# Japanese seaplane bases



## gbr-22 (Jan 6, 2013)

Hi all!
Having looked at lots of ww2 photos on the internet I could not find any* closer* pic of the huts/buildings where Japanese pilots stayed.
I would be grateful if somebody helped me in that!







Cheers,
Panagiotis.


----------



## herman1rg (Jan 6, 2013)

Not sure if these are any good?

[Photo] US reconnaissance photo of a Japanese seaplane base, New Guinea, 1942-1943; note Mitsubishi F1M2 Float Planes, US code named 'Pete' | World War II Database

Axis History Forum • VCS Detachment Ringbolt


----------



## gbr-22 (Jan 6, 2013)

Many thanks mate! They look great!


----------



## Shinpachi (Jan 6, 2013)

For your reference, Panagiotis
here is a news reel dated February 16 1944 introducing Japanese navy fighters in Rabaul intercepting B-24s and P-40s.
At 3:43 you could check the barrack design.
At 7:54 you can check shiny surface finish of the A6M5.
Even considering this is a propaganda film, maintenance in the navy seems not so bad.
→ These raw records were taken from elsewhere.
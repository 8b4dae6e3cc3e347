//! Each target's catalogue of persistent sources per filter and night, against which
//! later nights look for new sources, and other filters' nights for colors.

use super::db::{values, DbError};
use super::{Store, StoreError};

impl Store {
    /// Replace the catalogue of `target` through `filter` for `night`.
    pub fn save_catalog(
        &mut self,
        target: &str,
        filter: &str,
        night: &str,
        limit_mag: f64,
        footprint: &[(f64, f64)],
        sources: &[crate::night::CatalogSource],
    ) -> Result<(), StoreError> {
        let c = &self.conn;
        c.transaction(|| {
            c.execute(
                "INSERT INTO catalog_nights (target, filter, night, limit_mag, footprint_json, rig)
                 VALUES (?1, ?2, ?3, ?4, ?5, ?6)
                 ON CONFLICT (target, filter, night, rig) DO UPDATE
                    SET limit_mag = excluded.limit_mag, footprint_json = excluded.footprint_json",
                values![
                    target,
                    filter,
                    night,
                    limit_mag,
                    serde_json::to_string(footprint).ok(),
                    self.rig
                ],
            )?;
            // After the night's row is this transaction's: two processes judging one night
            // at once (an archive's shares) write its catalogue one after the other, the
            // second deleting what the first wrote, so no source is kept twice.
            c.execute(
                "DELETE FROM catalog WHERE target = ?1 AND filter = ?2 AND night = ?3 AND rig = ?4",
                values![target, filter, night, self.rig],
            )?;
            let rows: Vec<Vec<super::db::Value>> = sources
                .iter()
                .enumerate()
                .map(|(seq, s)| {
                    values![target, filter, night, s.ra_deg, s.dec_deg, s.mag, self.rig, seq]
                        .to_vec()
                })
                .collect();
            c.insert_rows(
                "catalog",
                &[
                    "target", "filter", "night", "ra_deg", "dec_deg", "mag", "rig", "seq",
                ],
                &rows,
            )?;
            Ok::<_, DbError>(())
        })
        .map_err(|e| self.err(e))
    }

    /// Catalogues of `target` through `filter` from nights before `night`, newest first
    /// (with those recorded before catalogues named their filter).
    pub fn earlier_catalogs(
        &self,
        target: &str,
        filter: &str,
        night: &str,
    ) -> Result<Vec<crate::night::EarlierNight>, StoreError> {
        Ok(self
            .catalogs_before(target, night)?
            .into_iter()
            .filter(|(f, _)| f == filter || f.is_empty())
            .map(|(_, n)| n)
            .collect())
    }

    /// Every filter's catalogues of `target` from nights before `night`, newest first,
    /// each with its filter ('' where it was not recorded): every rig's, since a source
    /// new to one rig is checked against what any rig of the site saw of that target.
    pub fn catalogs_before(
        &self,
        target: &str,
        night: &str,
    ) -> Result<Vec<(String, crate::night::EarlierNight)>, StoreError> {
        let nights: Vec<(String, String, f64, Option<String>, String)> = self
            .rows(
                "SELECT filter, night, limit_mag, footprint_json, rig FROM catalog_nights
                 WHERE target = ?1 AND night < ?2 ORDER BY night DESC, filter, rig",
                values![target, night],
            )?
            .iter()
            .map(|r| Ok((r.get(0)?, r.get(1)?, r.get(2)?, r.get(3)?, r.get(4)?)))
            .collect::<Result<_, DbError>>()
            .map_err(|e| self.err(e))?;
        let mut out = Vec::new();
        for (filter, n, limit_mag, footprint, rig) in nights {
            let footprint: Vec<(f64, f64)> = footprint
                .and_then(|f| serde_json::from_str(&f).ok())
                .unwrap_or_default();
            let sources = self
                .rows(
                    "SELECT ra_deg, dec_deg, mag FROM catalog
                     WHERE target = ?1 AND filter = ?2 AND night = ?3 AND rig = ?4
                     ORDER BY seq",
                    values![target, filter, n, rig],
                )?
                .iter()
                .map(|r| {
                    Ok(crate::night::CatalogSource {
                        ra_deg: r.get(0)?,
                        dec_deg: r.get(1)?,
                        mag: r.get(2)?,
                    })
                })
                .collect::<Result<_, DbError>>()
                .map_err(|e| self.err(e))?;
            out.push((
                filter,
                crate::night::EarlierNight {
                    night: n,
                    sources,
                    limit_mag,
                    footprint,
                },
            ));
        }
        Ok(out)
    }
}
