/// A migration's text in PostgreSQL's type names: 64-bit integers and identity keys,
/// double precision, bytea, and text compared byte by byte as SQLite compares it (so
/// both order names alike).
pub(super) fn postgres_ddl(sql: &str) -> String {
    let sql = sql.replace(
        "INTEGER PRIMARY KEY",
        "BIGINT GENERATED BY DEFAULT AS IDENTITY PRIMARY KEY",
    );
    let mut out = String::with_capacity(sql.len() + 64);
    let mut word = String::new();
    let mut quoted = false;
    let flush = |word: &mut String, out: &mut String| {
        out.push_str(match word.as_str() {
            "INTEGER" => "BIGINT",
            "REAL" => "DOUBLE PRECISION",
            "BLOB" => "BYTEA",
            "TEXT" => "TEXT COLLATE \"C\"",
            w => w,
        });
        word.clear();
    };
    for c in sql.chars() {
        if !quoted && (c.is_ascii_alphanumeric() || c == '_') {
            word.push(c);
            continue;
        }
        flush(&mut word, &mut out);
        if c == '\'' {
            quoted = !quoted;
        }
        out.push(c);
    }
    flush(&mut word, &mut out);
    out
}

/// The text migration `n` (from 1) runs on a back end.
pub(super) fn migration_text(kind: Kind, n: usize) -> String {
    match kind {
        Kind::Sqlite => MIGRATIONS[n - 1].to_string(),
        Kind::Postgres => match POSTGRES_INSTEAD.iter().find(|(m, _)| *m == n) {
            Some((_, sql)) => postgres_ddl(sql),
            None => postgres_ddl(MIGRATIONS[n - 1]),
        },
    }
}

/// Bring a store's schema up to [`SCHEMA_VERSION`].
pub(super) fn migrate(conn: &Conn, place: &str) -> Result<(), StoreError> {
    let err = |source| StoreError::Database {
        store: place.to_string(),
        source,
    };
    let too_new = |found: i64| StoreError::TooNew {
        store: place.to_string(),
        found,
        known: SCHEMA_VERSION,
    };
    match conn.kind() {
        Kind::Sqlite => migrate_sqlite(conn, too_new).map_err(|e| match e {
            Migration::Db(e) => err(e),
            Migration::Store(e) => e,
        }),
        Kind::Postgres => migrate_postgres(conn, too_new).map_err(|e| match e {
            Migration::Db(e) => err(e),
            Migration::Store(e) => e,
        }),
    }
}

enum Migration {
    Db(DbError),
    Store(StoreError),
}

impl From<DbError> for Migration {
    fn from(e: DbError) -> Self {
        Migration::Db(e)
    }
}

/// The schema version of an SQLite store, read without changing it.
pub(super) fn version_of(conn: &Conn) -> Result<i64, DbError> {
    conn.query_one("PRAGMA user_version", &[])?.get(0)
}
_View: https://www.youtube.com/watch?v=vqz1qNhcEUY_


----------



## gbr-22 (Jan 7, 2013)

Shinpachi said:


> For your reference, Panagiotis
> here is a news reel dated February 16 1944 introducing Japanese navy fighters in Rabaul intercepting B-24s and P-40s.
> At 3:43 you could check the barrack design.
> At 7:54 you can check shiny surface finish of the A6M5.
> ...



Great stuff Shinpachi! どうもありがとうございました！


----------



## ccheese (Jan 7, 2013)

It is interesting to see the "tally" on the chalk-board at 8:57. Impressive, if true.

Charles


----------



## Shinpachi (Jan 8, 2013)

You are welcome, Panagiotis.
I will be happy if it may contribute to your work.

************

That tally surprised me too, Charles.
It says all zeros returned with 69 kills.
I will have to check actual action logs at library.


----------



## Shinpachi (Jan 8, 2013)

According to wikipedia, the air battle was filmed on January 17, 1944.

So, here are actual action logs of 204ku and 253ku deployed in Rabaul during the period.
They say 79 zeros in total from the two squadrons intercepted 120 to 200 allied fighters/bombers on the day.
All returned with 70 kills for 204ku and 18 for 253ku.

War result of 204ku is almost same as the film.
According to the wiki, however, allied-side action log remarked their damage was 12.


----------